• [Data to examine]
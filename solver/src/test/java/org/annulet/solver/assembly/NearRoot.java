package org.annulet.solver.assembly;

import org.annulet.solver.operator.AcousticOperator;
import org.annulet.solver.operator.AnalyticFunction;
import org.annulet.solver.operator.LowRankTerm;
import org.annulet.solver.operator.SparseTerm;
import org.annulet.solver.operator.SparseVector;
import org.apache.commons.math3.complex.Complex;

/**
 * The eigenvalue nearest to a start value by nonlinear inverse iteration on the dense matrix: x =
 * L(s)⁻¹ L'(s) p, s ← s − (pᵀp)/(pᵀx). For small test problems; independent of the solver's own
 * search.
 */
final class NearRoot {
  final Complex s;
  final double[] re;
  final double[] im;

  private NearRoot(Complex s, double[] re, double[] im) {
    this.s = s;
    this.re = re;
    this.im = im;
  }

  double frequency() {
    return s.getImaginary() / (2 * Math.PI);
  }

  double growth() {
    return s.getReal();
  }

  static NearRoot of(AcousticOperator op, double frequency, double growth) {
    int n = op.size();
    Complex s = new Complex(growth, 2 * Math.PI * frequency);
    double[] pr = new double[n];
    double[] pi = new double[n];
    for (int i = 0; i < n; i++) {
      pr[i] = 1 + Math.sin(1.0 + 3.7 * i); // no symmetry
      pi[i] = Math.cos(2.0 + 1.3 * i);
    }
    for (int k = 0; k < 60; k++) {
      double[][] rhs = product(op, s, true, pr, pi);
      double[][] a = dense(op, s, false);
      solve(a, n, rhs);
      Complex pp = dot(pr, pi, pr, pi);
      Complex px = dot(pr, pi, rhs[0], rhs[1]);
      double norm = 0;
      for (int i = 0; i < n; i++) {
        norm = Math.max(norm, Math.hypot(rhs[0][i], rhs[1][i]));
      }
      for (int i = 0; i < n; i++) {
        pr[i] = rhs[0][i] / norm;
        pi[i] = rhs[1][i] / norm;
      }
      Complex step = pp.divide(px);
      if (k >= 4) { // first let the vector settle at the start value
        s = s.subtract(step);
        if (step.abs() < 1e-11 * s.abs()) {
          return new NearRoot(s, pr, pi);
        }
      }
    }
    throw new AssertionError("no root found from " + frequency + " Hz; last " + s);
  }

  private static Complex dot(double[] ar, double[] ai, double[] br, double[] bi) {
    double re = 0;
    double im = 0;
    for (int i = 0; i < ar.length; i++) {
      re += ar[i] * br[i] + ai[i] * bi[i]; // conj(a) b
      im += ar[i] * bi[i] - ai[i] * br[i];
    }
    return new Complex(re, im);
  }

  static double[][] product(
      AcousticOperator op, Complex s, boolean derivative, double[] xr, double[] xi) {
    int n = op.size();
    double[][] a = dense(op, s, derivative);
    double[][] y = new double[2][n];
    for (int i = 0; i < n; i++) {
      for (int k = 0; k < n; k++) {
        double ar = a[i][2 * k];
        double ai = a[i][2 * k + 1];
        y[0][i] += ar * xr[k] - ai * xi[k];
        y[1][i] += ar * xi[k] + ai * xr[k];
      }
    }
    return y;
  }

  /** L(s) or L'(s) as rows of interleaved re, im. */
  static double[][] dense(AcousticOperator op, Complex s, boolean derivative) {
    int n = op.size();
    double[][] a = new double[n][2 * n];
    addSparse(op, a, op.stiffness(), derivative ? Complex.ZERO : Complex.ONE);
    addSparse(op, a, op.mass(), derivative ? s.multiply(2) : s.multiply(s));
    for (SparseTerm term : op.sparseTerms()) {
      addSparse(op, a, term.values(), at(term.coefficient(), s, derivative));
    }
    for (LowRankTerm term : op.lowRankTerms()) {
      for (int i = 0; i < term.left().size(); i++) {
        for (int k = 0; k < term.right().size(); k++) {
          AnalyticFunction f = term.coefficient()[i][k];
          if (f == null) {
            continue;
          }
          Complex c = at(f, s, derivative);
          SparseVector u = term.left().get(i);
          SparseVector v = term.right().get(k);
          for (int p = 0; p < u.index().length; p++) {
            for (int q = 0; q < v.index().length; q++) {
              double w = u.value()[p] * v.value()[q];
              a[u.index()[p]][2 * v.index()[q]] += w * c.getReal();
              a[u.index()[p]][2 * v.index()[q] + 1] += w * c.getImaginary();
            }
          }
        }
      }
    }
    return a;
  }

  private static Complex at(AnalyticFunction f, Complex s, boolean derivative) {
    return derivative ? f.derivative(s) : f.value(s);
  }

  private static void addSparse(AcousticOperator op, double[][] a, double[] values, Complex c) {
    for (int i = 0; i < op.size(); i++) {
      for (int q = op.pattern().rowStart(i); q < op.pattern().rowStart(i + 1); q++) {
        int k = op.pattern().column(q);
        a[i][2 * k] += values[q] * c.getReal();
        a[i][2 * k + 1] += values[q] * c.getImaginary();
        if (k != i) {
          a[k][2 * i] += values[q] * c.getReal();
          a[k][2 * i + 1] += values[q] * c.getImaginary();
        }
      }
    }
  }

  /**
   * Roots less poles inside a rectangle, by the winding of the determinant over a fine contour.
   *
   * @param box lowest and highest frequency in Hz, lowest and highest growth rate in 1/s
   */
  static long winding(AcousticOperator op, double[] box) {
    double[][] corner = {
      {box[2], box[0]}, {box[3], box[0]}, {box[3], box[1]}, {box[2], box[1]}, {box[2], box[0]}
    };
    double turns = 0;
    double last = Double.NaN;
    int steps = 60;
    for (int side = 0; side < 4; side++) {
      for (int k = 0; k <= steps; k++) {
        double t = (double) k / steps;
        double growth = corner[side][0] + t * (corner[side + 1][0] - corner[side][0]);
        double f = corner[side][1] + t * (corner[side + 1][1] - corner[side][1]);
        double phase = phase(op, new Complex(growth, 2 * Math.PI * f));
        if (!Double.isNaN(last)) {
          turns += Math.IEEEremainder(phase - last, 2 * Math.PI);
        }
        last = phase;
      }
    }
    return Math.round(turns / (2 * Math.PI));
  }

  /** arg det L(s). */
  private static double phase(AcousticOperator op, Complex s) {
    int n = op.size();
    double[][] a = dense(op, s, false);
    double[][] none = new double[2][n];
    int swaps = solve(a, n, none);
    double phase = swaps % 2 == 0 ? 0 : Math.PI;
    for (int i = 0; i < n; i++) {
      phase += Math.atan2(a[i][2 * i + 1], a[i][2 * i]);
    }
    return phase;
  }

  /** Gauss with partial pivoting; overwrites a, and b with the solution; returns the row swaps. */
  private static int solve(double[][] a, int n, double[][] b) {
    int swaps = 0;
    for (int c = 0; c < n; c++) {
      int best = c;
      for (int r = c + 1; r < n; r++) {
        if (Math.hypot(a[r][2 * c], a[r][2 * c + 1])
            > Math.hypot(a[best][2 * c], a[best][2 * c + 1])) {
          best = r;
        }
      }
      swaps += best == c ? 0 : 1;
      double[] row = a[best];
      a[best] = a[c];
      a[c] = row;
      for (double[] part : b) {
        double x = part[best];
        part[best] = part[c];
        part[c] = x;
      }
      double pr = row[2 * c];
      double pi = row[2 * c + 1];
      double m = pr * pr + pi * pi;
      for (int r = c + 1; r < n; r++) {
        double[] other = a[r];
        double fr = (other[2 * c] * pr + other[2 * c + 1] * pi) / m;
        double fi = (other[2 * c + 1] * pr - other[2 * c] * pi) / m;
        if (fr == 0 && fi == 0) {
          continue;
        }
        for (int k = 2 * c; k < 2 * n; k += 2) {
          other[k] -= fr * row[k] - fi * row[k + 1];
          other[k + 1] -= fr * row[k + 1] + fi * row[k];
        }
        b[0][r] -= fr * b[0][c] - fi * b[1][c];
        b[1][r] -= fr * b[1][c] + fi * b[0][c];
      }
    }
    for (int r = n - 1; r >= 0; r--) {
      double xr = b[0][r];
      double xi = b[1][r];
      for (int k = r + 1; k < n; k++) {
        xr -= a[r][2 * k] * b[0][k] - a[r][2 * k + 1] * b[1][k];
        xi -= a[r][2 * k] * b[1][k] + a[r][2 * k + 1] * b[0][k];
      }
      double pr = a[r][2 * r];
      double pi = a[r][2 * r + 1];
      double m = pr * pr + pi * pi;
      b[0][r] = (xr * pr + xi * pi) / m;
      b[1][r] = (xi * pr - xr * pi) / m;
    }
    return swaps;
  }
}
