package org.annulet.cases.compare;

import java.util.ArrayList;
import java.util.List;
import java.util.Locale;
import org.annulet.cases.study.ChainOfCase;
import org.annulet.solver.network.Piece;

/** A chain of ducts in words. */
final class ChainWords {
  private ChainWords() {}

  /** What the chain is made of, for the reader. */
  static List<String> of(ChainOfCase.Chain chain) {
    List<String> out = new ArrayList<>();
    double x = chain.start();
    for (Piece p : chain.plain().pieces()) {
      if (p instanceof Piece.Duct d) {
        out.add(
            String.format(
                Locale.ROOT,
                "duct from x = %.1f to %.1f mm, area %.4g m², c = %.1f m/s, ρ = %.3f kg/m³%s",
                1e3 * x,
                1e3 * (x + d.length()),
                d.area(),
                d.gas().soundSpeed(),
                d.gas().density(),
                Double.isInfinite(d.radius())
                    ? ""
                    : String.format(Locale.ROOT, ", mean radius %.1f mm", 1e3 * d.radius())));
        x += d.length();
      }
    }
    return out;
  }
}
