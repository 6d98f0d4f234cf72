package org.annulet.cases.compare;

import java.util.ArrayList;
import java.util.List;
import java.util.Locale;
import java.util.Optional;
import org.annulet.cases.compare.CompareStudy.Answer;
import org.annulet.cases.compare.CompareStudy.Compared;
import org.annulet.cases.compare.CompareStudy.Side;
import org.annulet.cases.study.ChainOfCase;
import org.annulet.post.table.Numbers;

/** The answer in plain sentences. */
final class CompareSentences {
  private CompareSentences() {}

  static List<String> all(Answer answer) {
    List<String> out = new ArrayList<>();
    answer.compared().forEach(c -> out.add(summary(c)));
    if (answer.chain().chain().isEmpty()) {
      out.add("No chain of ducts was made of the case: " + answer.chain().whyNot() + ".");
    }
    out.addAll(CompareStudy.failures(answer));
    return out;
  }

  static String title(Compared c) {
    return c.side() == Side.CHAIN
        ? "One-dimensional chain of ducts made from the case"
        : (c.side() == Side.MEASURED ? "Measured: " : "Network model: ") + c.name();
  }

  private static String summary(Compared c) {
    int both = 0;
    int agree = 0;
    int signs = 0;
    double worst = 0;
    double growth = 0;
    for (Line l : c.lines()) {
      if (l.match().both()) {
        both++;
        agree += l.verdict() == Line.Verdict.AGREES ? 1 : 0;
        worst =
            Math.max(
                worst,
                Math.abs(l.frequencyDifference()) / l.match().ours().orElseThrow().frequency());
        growth =
            Double.isNaN(l.growthDifference())
                ? growth
                : Math.max(growth, Math.abs(l.growthDifference()));
        signs += l.words().contains("GROWS") ? 1 : 0;
      }
    }
    StringBuilder b = new StringBuilder(title(c)).append(": ");
    b.append(both).append(both == 1 ? " match" : " matches");
    if (both > 0) {
      b.append(", ")
          .append(agree)
          .append(" within the bars; frequencies differ by ")
          .append(String.format(Locale.ROOT, "%.2g", 100 * worst))
          .append(" % at most, growth rates by ")
          .append(Numbers.fixed(growth, growth < 10 ? 2 : 0))
          .append(" 1/s");
    }
    corrected(c).ifPresent(b::append);
    count(c, Line.Verdict.ONLY_HERE, " only here").ifPresent(b::append);
    count(c, Line.Verdict.ONLY_THERE, " only there").ifPresent(b::append);
    count(c, Line.Verdict.AMBIGUOUS, " ambiguous").ifPresent(b::append);
    if (signs > 0) {
      b.append("; ").append(signs).append(" on the other side of stability");
    }
    return b.append('.').toString();
  }

  /** What is left of the frequency differences when near fields are added to the chain. */
  private static Optional<String> corrected(Compared c) {
    double worst = -1;
    for (Line l : c.lines()) {
      if (l.match().both() && l.nearField().isPresent()) {
        double left = Math.abs(l.frequencyDifference() + l.nearField().get()[0]);
        worst = Math.max(worst, left / l.match().ours().orElseThrow().frequency());
      }
    }
    return worst < 0
        ? Optional.empty()
        : Optional.of(
            String.format(
                Locale.ROOT,
                " (frequencies by %.2g %% at most once the near field at its steps is added by estimate)",
                100 * worst));
  }

  private static Optional<String> count(Compared c, Line.Verdict verdict, String words) {
    long n = c.lines().stream().filter(l -> l.verdict() == verdict).count();
    return n == 0 ? Optional.empty() : Optional.of("; " + n + words);
  }

  /** What the chain leaves out, in a sentence. */
  static String leftOut(ChainOfCase.Chain chain) {
    return chain.leftOut().isEmpty()
        ? "Of this case the chain leaves nothing out."
        : "The chain leaves out: " + String.join("; ", chain.leftOut()) + ".";
  }

  /** What near fields account for; empty where that is not known. */
  static String near(Line line) {
    return line.nearField()
        .map(d -> Numbers.signed(d[0]) + " Hz, " + Numbers.signed(d[1]) + " 1/s")
        .orElse("");
  }
}
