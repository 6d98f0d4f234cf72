package org.annulet.solver.assembly;

import java.util.ArrayList;
import java.util.HashMap;
import java.util.List;
import java.util.Map;
import org.annulet.mesher.mesh.Mesh;
import org.annulet.mesher.mesh.RingCells;
import org.annulet.solver.medium.Medium;

/**
 * A coarse ring of plenum, separate burners and chamber for tests, made of mirrored half cells.
 * Zones "0" plenum, "1" burners, "2" chamber; inner edges "burners.inlet" and "burners.outlet",
 * boundary "wall" and "outlet".
 */
final class SmallRings {
  static final double R0 = 0.33;
  private static final double[] X = {0, 0.1, 0.2, 0.25, 0.3, 0.4, 0.5, 0.6};
  private static final int[] ZONE = {0, 0, 1, 1, 2, 2, 2};

  private SmallRings() {}

  static RingCells of(int count) {
    double half = Math.PI * R0 / count;
    double[] y = {0, 0.25 * half, 0.6 * half, half};
    Mesh.Builder small = Mesh.builder();
    new Grid(y, small).build(true);
    Mesh.Builder large = Mesh.periodicBuilder(2 * Math.PI * R0);
    Grid ring = new Grid(y, large);
    ring.wrapped(count);
    Mesh whole = large.build();
    return new RingCells(
        small.build(), whole, count, ints(ring.cell), ints(ring.half), mirrored(ring));
  }

  private static int[] ints(List<Integer> list) {
    return list.stream().mapToInt(i -> i).toArray();
  }

  private static boolean[] mirrored(Grid ring) {
    boolean[] out = new boolean[ring.mirrored.size()];
    for (int v = 0; v < out.length; v++) {
      out[v] = ring.mirrored.get(v);
    }
    return out;
  }

  /** Half cells laid side by side; the half cell numbers its nodes as they come. */
  private static final class Grid {
    private final double[] y;
    private final Mesh.Builder b;
    private final Map<Long, Integer> halfIndex = new HashMap<>();
    private final List<Integer> cell = new ArrayList<>();
    private final List<Integer> half = new ArrayList<>();
    private final List<Boolean> mirrored = new ArrayList<>();

    Grid(double[] y, Mesh.Builder b) {
      this.y = y;
      this.b = b;
      int n = 0;
      for (int i = 0; i < X.length; i++) {
        for (int j = 0; j < y.length; j++) {
          if (inGas(i, j)) {
            halfIndex.put(key(i, j), n++);
          }
        }
      }
    }

    /** Burner nodes exist up to row 1 only. */
    private boolean inGas(int i, int j) {
      return i != 3 || j <= 1;
    }

    private static long key(int i, int j) {
      return 100L * i + j;
    }

    private boolean cellInGas(int i, int j) {
      return ZONE[i] != 1 || j == 0;
    }

    void build(boolean seams) {
      for (int i = 0; i < X.length; i++) {
        for (int j = 0; j < y.length; j++) {
          if (inGas(i, j)) {
            b.node(X[i], y[j]);
          }
        }
      }
      lay(halfIndex, seams);
    }

    void wrapped(int count) {
      Map<Long, Integer> first = null;
      Map<Long, Integer> lower = null;
      for (int c = 0; c < count; c++) {
        double centre = c * 2 * y[y.length - 1];
        Map<Long, Integer> up = new HashMap<>();
        Map<Long, Integer> down = new HashMap<>();
        for (Map.Entry<Long, Integer> e : new java.util.TreeMap<>(halfIndex).entrySet()) {
          int i = (int) (e.getKey() / 100);
          int j = (int) (e.getKey() % 100);
          boolean top = j == y.length - 1;
          boolean bottomKnown = top && lower != null;
          boolean topKnown = top && c == count - 1 && count > 1;
          up.put(e.getKey(), topKnown ? first.get(e.getKey()) : node(i, j, c, centre, false));
          int low =
              j == 0
                  ? up.get(e.getKey())
                  : bottomKnown ? lower.get(e.getKey()) : node(i, j, c, centre, true);
          down.put(e.getKey(), low);
        }
        if (first == null) {
          first = down;
        }
        lower = up;
        lay(up, false);
        lay(down, false);
      }
    }

    private int node(int i, int j, int c, double centre, boolean mirror) {
      cell.add(c);
      half.add(halfIndex.get(key(i, j)));
      mirrored.add(mirror);
      double period = 2 * Math.PI * R0;
      double at = centre + (mirror ? -y[j] : y[j]);
      return b.node(X[i], at < 0 ? at + period : at >= period ? at - period : at);
    }

    private void lay(Map<Long, Integer> node, boolean seams) {
      int rows = y.length - 1;
      for (int i = 0; i + 1 < X.length; i++) {
        for (int j = 0; j < rows; j++) {
          if (!cellInGas(i, j)) {
            continue;
          }
          int p = node.get(key(i, j));
          int q = node.get(key(i + 1, j));
          int r = node.get(key(i + 1, j + 1));
          int s = node.get(key(i, j + 1));
          String name = Integer.toString(ZONE[i]);
          b.triangle(p, q, r, name);
          b.triangle(p, r, s, name);
          boolean burner = ZONE[i] == 1;
          if (i == 0) {
            b.segment(p, s, "wall");
          }
          if (i + 2 == X.length) {
            b.segment(q, r, "outlet");
          }
          if (burner) {
            b.segment(s, r, "burners.side");
            if (i == 2) {
              b.segment(p, s, "burners.inlet");
            } else {
              b.segment(q, r, "burners.outlet");
            }
          } else if (j > 0 && i == 1) {
            b.segment(q, r, "plenum.downstream");
          } else if (j > 0 && i == 4) {
            b.segment(p, s, "chamber.upstream");
          }
          if (seams && j == 0) {
            b.segment(p, q, RingCells.MIRROR);
          }
          if (seams && j == rows - 1 && !burner) {
            b.segment(s, r, RingCells.SEAM);
          }
        }
      }
    }
  }

  static Ring geometry(int count) {
    return new Ring(
        count,
        R0,
        Map.of(
            "0", new Ring.Annulus(0.36, 0.08),
            "1", new Ring.Annulus(0.345, 0.05),
            "2", new Ring.Annulus(0.33, 0.115)));
  }

  static Medium gas(Mesh mesh) {
    return Gases.of(mesh, 500, 500, 820);
  }
}
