/**
 * The validation book: chambers whose modes are known from outside this project, solved from a case
 * file exactly as a user's case is, and compared value by value. A value passes when it lies inside
 * the error bar the program itself gave; a chamber passes when, besides, the certificate holds and
 * no mode is missing or too many.
 */
package org.annulet.cases.book;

• [Problem to solve]
For the listing above, print only the lines starting at the line containing "for (int k = 0; k < term.right().size();" and ending at the line containing "SparseVector v = term.right().get(k);", exactly, both included.

• [Exercise response]
        for (int k = 0; k < term.right().size(); k++) {
          AnalyticFunction f = term.coefficient()[i][k];
          if (f == null) {
            continue;
          }
          Complex c = at(f, s, derivative);
          SparseVector u = term.left().get(i);
          SparseVector v = term.right().get(k);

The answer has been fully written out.